Haunting Book: The Orchardist, by Amanda Coplin

Not everyone will be haunted by The Orchardist, by Amanda Coplin, but I was. I was first haunted by the setting. This novel takes place on the eastern slopes of the Cascade Mountains of Washington State, in the fruit-growing region of the state around Wenatchee. I’ve driven through the Wenatchee Valley many times and seen modern orchards on those hills. I’ve stopped to play tourist in the quaint town of Leavenworth. I’ve swum in Icicle Creek. I’ve vacationed on Lake Chelan, though I’ve never taken the ferry (still operating today) from Chelan to Stehekin. I know about the prison in Walla Walla. All of these places are mentioned in the novel.

Other towns mentioned are just dots on the map to me, like Cashmere and Peshastin. But the names are familiar, whether I’ve been in the towns or not (and I might have been). I can picture the creeks and mountains, the trees and the sky, which are all characters in the novel as much as the people are.

The area where The Orchardist takes place is near where I grew up. So I was haunted by memories as I read—I could see these locations with every turn of the page. Perhaps I imposed my mid-20th Century visuals on the story that took place decades before I was born, but the forests and the rivers and the lakes in that area have changed very little in the last hundred years.

The Orchardist starts in the mid-19th Century when the protagonist Talmadge and his mother and sister arrive in the Wenatchee area. The story continues until well into the 20th Century after Talmadge has lived there many decades. Early in the novel, Talmadge’s mother dies. A few years later, his sister disappears. Talmadge—the orchardist of the title—is left alone to develop his orchard.

Talmadge’s loneliness permeates the story. He befriends two young women whose lives have been enmeshed in violence. He attempts to rescue them, in part, we suspect, to replace his missing sister. Talmadge raises the daughter of one of these young women.

With the help of two friends—a midwife and a Native American horse wrangler—Talmadge tries to nurture these women into a family to replace the family of his birth. But he has far better luck in nurturing his trees. Unlike human beings, the apples and apricots and plums don’t think for themselves and they do not hurt each other.

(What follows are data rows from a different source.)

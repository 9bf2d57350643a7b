import { execFile } from 'node:child_process';
import { cp, mkdir, mkdtemp, rm, writeFile } from 'node:fs/promises';
import { tmpdir } from 'node:os';
import { dirname, join } from 'node:path';
import { promisify } from 'node:util';
import { afterAll, beforeAll, expect, test } from 'vitest';

const IMPORTS = 'lint/style/noRestrictedImports';
const PROPERTIES = 'lint/nursery/noJsRestrictedProperties';
const FLOATING = 'lint/nursery/noFloatingPromises';
const PLUGIN = 'plugin';

interface Example {
  file: string;
  code: string;
  /** The rule that must speak up, or null where none may. */
  rule: string | null;
}

const importing = (folder: string, from: string): Omit<Example, 'rule'> => ({
  file: `${folder}/example.ts`,
  code: `import { thing } from '${from}';\n\nexport const made = thing;\n`,
});
const refused = (folder: string, ...sources: string[]): Example[] =>
  sources.map((source) => ({ ...importing(folder, source), rule: IMPORTS }));
const allowed = (folder: string, ...sources: string[]): Example[] =>
  sources.map((source) => ({ ...importing(folder, source), rule: null }));
const says = (rule: string | null, folder: string, ...codes: string[]): Example[] =>
  codes.map((code) => ({ file: `${folder}/example.ts`, code: `${code}\n`, rule }));

const upward = ['..', '../x.ts', '../../x/y.ts', './../x.ts', './x/../y.ts'];

const examples: Example[] = [
  ...[
    'src/lib',
    'src/features/today',
    'server/services/people',
    'server/routes',
    'shared/domain/time',
    'tests/api',
  ].flatMap((folder) => [...refused(folder, ...upward), ...allowed(folder, './other.ts')]),

  ...refused('src/lib', '#src/components/a.tsx', '#src/queries/a.ts', '#src/features/b/a.ts', '#server/app.ts'),
  ...allowed('src/lib', '#shared/schemas/a.ts', 'react'),
  ...refused('src/queries', '#src/components/a.tsx', '#src/features/b/a.ts', '#src/routes/a.tsx', '#src/app/a.ts'),
  ...allowed('src/queries', '#src/lib/api.ts', '#shared/schemas/a.ts'),
  ...refused('src/components', '#src/queries/a.ts', '#src/features/b/a.ts', '#src/routes/a.tsx', '#server/db/a.ts'),
  ...allowed('src/components', '#src/lib/a.ts'),
  // Never another feature, nor one's own by its long name.
  ...refused('src/features/today', '#src/features/practice/a.ts', '#src/features/today/a.ts', '#src/routes/a.tsx'),
  ...refused('src/features/a-new-one', '#src/features/today/a.ts', '#src/app/a.ts', '#seeds/factories/a.ts'),
  ...allowed('src/features/today', '#src/queries/a.ts', '#src/components/a.tsx', '#src/lib/a.ts'),
  ...refused('src/routes', '#src/app/a.ts', '#src/routes/b.tsx', '#server/errors.ts', '#tests/support/a.ts'),
  ...allowed('src/routes', '#src/features/today/a.ts', '#src/queries/a.ts'),
  ...refused('src/app', '#server/app.ts', '#seeds/demo/a.ts'),
  ...allowed('src/app', '#src/routes/a.tsx'),

  ...refused('shared/domain/schedule', '#server/db/scope.ts', '#src/lib/a.ts', 'node:fs', 'express', 'react', 'pg'),
  ...allowed('shared/domain/schedule', 'ts-fsrs', '#shared/schemas/a.ts', '#shared/domain/time/a.ts'),
  ...refused('shared/schemas', '#shared/domain/time/a.ts', 'luxon', 'node:crypto'),
  ...allowed('shared/schemas', 'zod', './common.ts'),

  ...refused('server', '#src/lib/a.ts', '#seeds/factories/a.ts', '#tests/support/a.ts', 'node:child_process'),
  ...allowed('server/launch', 'node:child_process'),
  ...refused('server/routes', '#server/models/a.ts', '#server/db/scope.ts', '#server/presenters/a.ts', 'sequelize'),
  ...allowed('server/routes', '#server/services/b/a.ts', '#server/http/registry.ts', '#shared/schemas/a.ts'),
  ...refused('server/services/b', '#server/routes/a.ts', '#server/http/session.ts', 'express', 'child_process'),
  ...allowed('server/services/b', '#server/models/a.ts', '#server/policies/a.ts', '#server/db/scope.ts', 'sequelize'),
  ...refused('server/presenters', '#server/db/scope.ts', '#server/services/b/a.ts', 'sequelize', '#server/routes/a.ts'),
  ...allowed('server/presenters', '#server/models/a.ts', '#server/services/people/load-scope.ts'),
  ...refused('server/policies', '#server/models/a.ts', '#server/db/scope.ts', 'sequelize', '#server/services/b/a.ts'),
  ...allowed('server/policies', './actor.ts', '#server/errors.ts', '#shared/schemas/role.ts'),
  ...refused('server/models', '#server/services/b/a.ts', '#server/policies/a.ts', '#server/http/a.ts', 'express'),
  ...allowed('server/models', '#server/db/scope.ts', 'sequelize'),
  ...refused('server/http', '#server/services/b/a.ts', '#server/models/a.ts', '#shared/schemas/question.ts'),
  ...allowed('server/http', '#server/services/people/load-scope.ts', '#shared/schemas/common.ts', 'express'),
  ...refused('server/db', '#server/models/a.ts', '#server/services/b/a.ts', '#server/http/a.ts'),
  ...allowed('server/db', '#server/migrations/index.ts', 'sequelize'),
  ...refused('server/migrations', '#server/models/a.ts', '#server/db/scope.ts', '#shared/schemas/a.ts'),
  ...allowed('server/migrations', '#server/db/migrator.ts', './tenant-table.ts'),
  ...refused('seeds/demo', '#src/lib/a.ts', '#tests/support/a.ts'),
  ...allowed('seeds/demo', '#server/db/scope.ts'),
  ...allowed('tests/e2e', '#src/lib/a.ts', '#server/app.ts', '#seeds/factories/a.ts'),
  // However it is brought in.
  ...says(
    IMPORTS,
    'src/features/today',
    "export { thing } from '#server/app.ts';",
    "export * from '#server/app.ts';",
    "export const load = () => import('#server/app.ts');",
    "import type { Thing } from '#server/app.ts';\n\nexport type Other = Thing;",
    "import '#server/app.ts';",
  ),
  { ...importing('server', './db/scope.ts'), file: 'server/errors.ts', rule: IMPORTS },
  { ...importing('server', './db/scope.ts'), file: 'server/app.ts', rule: null },

  ...['server/services/b', 'server/http', 'shared/domain/time'].flatMap((folder) =>
    says(PLUGIN, folder, 'export const t = new Date();', 'export const t = Date.now();', 'export const t = new Date;'),
  ),
  ...says(null, 'server/services/b', 'export const t = new Date(0);', 'export const clock = Date.now;'),
  ...says(null, 'server/db', 'export const t = new Date();'),
  ...['server/services/b', 'server/routes', 'server'].flatMap((folder) =>
    says(
      PLUGIN,
      folder,
      'export const rows = (sequelize) => sequelize.query("SELECT 1");',
      'export const done = (db) => db.sequelize.transaction(() => 1);',
      'export const rows = (db) => db.sequelize?.query("SELECT 1");',
    ),
  ),
  ...says(null, 'server/db', 'export const rows = (sequelize) => sequelize.query("SELECT 1");'),
  ...says(null, 'server/services/b', 'export const rows = (pool) => pool.query("SELECT 1");'),
  ...says(
    PLUGIN,
    'tests/e2e',
    'export async function go(page) {\n  page.goto("/");\n}',
    'export async function go(page) {\n  expect(page).resolves.toBe(1);\n}',
    'export async function go() {\n  writeFile("a", "b");\n}',
    'export async function go(client) {\n  client.query("SELECT 1");\n}',
  ),
  ...says(
    null,
    'tests/e2e',
    'export async function go(page) {\n  await page.goto("/");\n}',
    'export function listen(page) {\n  page.on("console", () => undefined);\n}',
  ),
  ...['server/services/b', 'shared/domain/time', 'seeds/demo'].flatMap((folder) =>
    says(PROPERTIES, folder, 'export const n = Math.random();'),
  ),
  ...says(
    PLUGIN,
    'src/components',
    'export const show = (node, text) => {\n  node.innerHTML = text;\n};',
    'export const show = (node, text) => node.insertAdjacentHTML("beforeend", text);',
  ),
  ...says(
    FLOATING,
    'server/services/b',
    'const work = async (): Promise<number> => 1;\n\nexport function go(): void {\n  work();\n}',
  ),
  ...says('lint/style/noDefaultExport', 'src/lib', 'export default 1;'),
  ...says('lint/style/noCommonJs', 'server/services/b', 'export const fs = require("node:fs");'),
  ...says('lint/suspicious/noExplicitAny', 'shared/domain/time', 'export const a: any = 1;'),
  ...says('lint/style/useImportType', 'server/services/b', "import { A } from './a.ts';\n\nexport type B = A;"),
  ...says(
    'lint/correctness/useHookAtTopLevel',
    'src/features/today',
    'export function useThing(on: boolean) {\n  if (on) useState(1);\n}',
  ),
  ...says(null, 'server/services/b', 'export function run(on: boolean) {\n  if (on) useFakeTimers();\n}'),
  { file: 'vite.config.ts', code: 'export default 1;\n', rule: null },
];

interface Report {
  diagnostics: { category: string; location: { path: string | { file: string } | null } }[];
}

const root = process.cwd();
const biome = join(root, 'node_modules', '@biomejs', 'biome', 'bin', 'biome');
const at = (example: Example, index: number) => example.file.replace(/example\.ts$/, `example-${index}.ts`);
let folder: string;
const found = new Map<string, string[]>();

beforeAll(async () => {
  folder = await mkdtemp(join(tmpdir(), 'plait-lint-'));
  for (const name of ['biome.json', '.gitignore', join('tests', 'support', 'lint')]) {
    await cp(join(root, name), join(folder, name), { recursive: true });
  }
  for (const [index, example] of examples.entries()) {
    const file = join(folder, at(example, index));
    await mkdir(dirname(file), { recursive: true });
    await writeFile(file, example.code);
  }
  const run = promisify(execFile)(
    process.execPath,
    [biome, 'lint', '--reporter=json', '--max-diagnostics=none', '--skip-parse-errors', '.'],
    { cwd: folder, maxBuffer: 64 * 1024 * 1024 },
  ).catch((error: { stdout: string }) => error);
  const report = JSON.parse((await run).stdout) as Report;
  for (const { category, location } of report.diagnostics) {
    const path = typeof location.path === 'string' ? location.path : (location.path?.file ?? '');
    found.set(path, [...(found.get(path) ?? []), category]);
  }
}, 60_000);
afterAll(() => rm(folder, { recursive: true, force: true }));

// Style is no matter of these: an example is as short as can be.
const OURS = new Set([
  ...examples.flatMap(({ rule }) => rule ?? []),
  'lint/correctness/useHookAtTopLevel',
  'lint/style/noDefaultExport',
]);

test('what the house forbids is found, where it is forbidden', () => {
  const missed = examples
    .map((example, index) => ({ ...example, file: at(example, index) }))
    .filter(({ file, rule }) => rule !== null && !found.get(file)?.includes(rule));
  expect(missed).toEqual([]);
});

test('what it allows is left alone', () => {
  const wrong = examples
    .map((example, index) => ({ ...example, file: at(example, index) }))
    .filter(({ file, rule }) => rule === null && found.get(file)?.some((category) => OURS.has(category)))
    .map((example) => ({ ...example, found: found.get(example.file) }));
  expect(wrong).toEqual([]);
});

To reveal much more of the plot would create spoilers. Suffice it to say that the life of the orchardist, a man trying to wrest productivity and meaning out of the wilderness, is hard and often cruel. Talmadge might try to recreate Eden in his orchard, but once human conflict enters, his earthy paradise is lost.

Amanda Coplin’s prose is sparse and yet beautiful. Her Talmadge is a man of few words, and what he leaves unsaid is often more haunting than what he says. Talmadge is a man trying to control his world, but he is haunted by everything he cannot control—love, hate, loss, other human beings.

There were things I didn’t like about the novel. There are long, slow passages where not a lot happens. Coplin didn’t use quotation marks for her dialogue—a convention some modern writers adopt, but which I despise because it makes the reader’s job harder.

I liked Talmadge and his ward Angelene and the midwife Caroline. But some of the other characters weren’t very likable. No matter how much their wretched pasts had shaped them, it was hard to feel sorry for them. That includes Della, whom Talmadge spent many years trying to save.

I was also disappointed in the ending. After a big build-up to the climax, it felt like the book fizzled in the denouement. There wasn’t a satisfying resolution, in my opinion.

But through the entire book, the sense of place in The Orchardist sustained me. The novel depicted my part of the world (well, an area near my part of the world) in all its beauty and barrenness. It took me home while transporting me to a time and circumstances far different than my own.

What books about your part of the world have haunted you?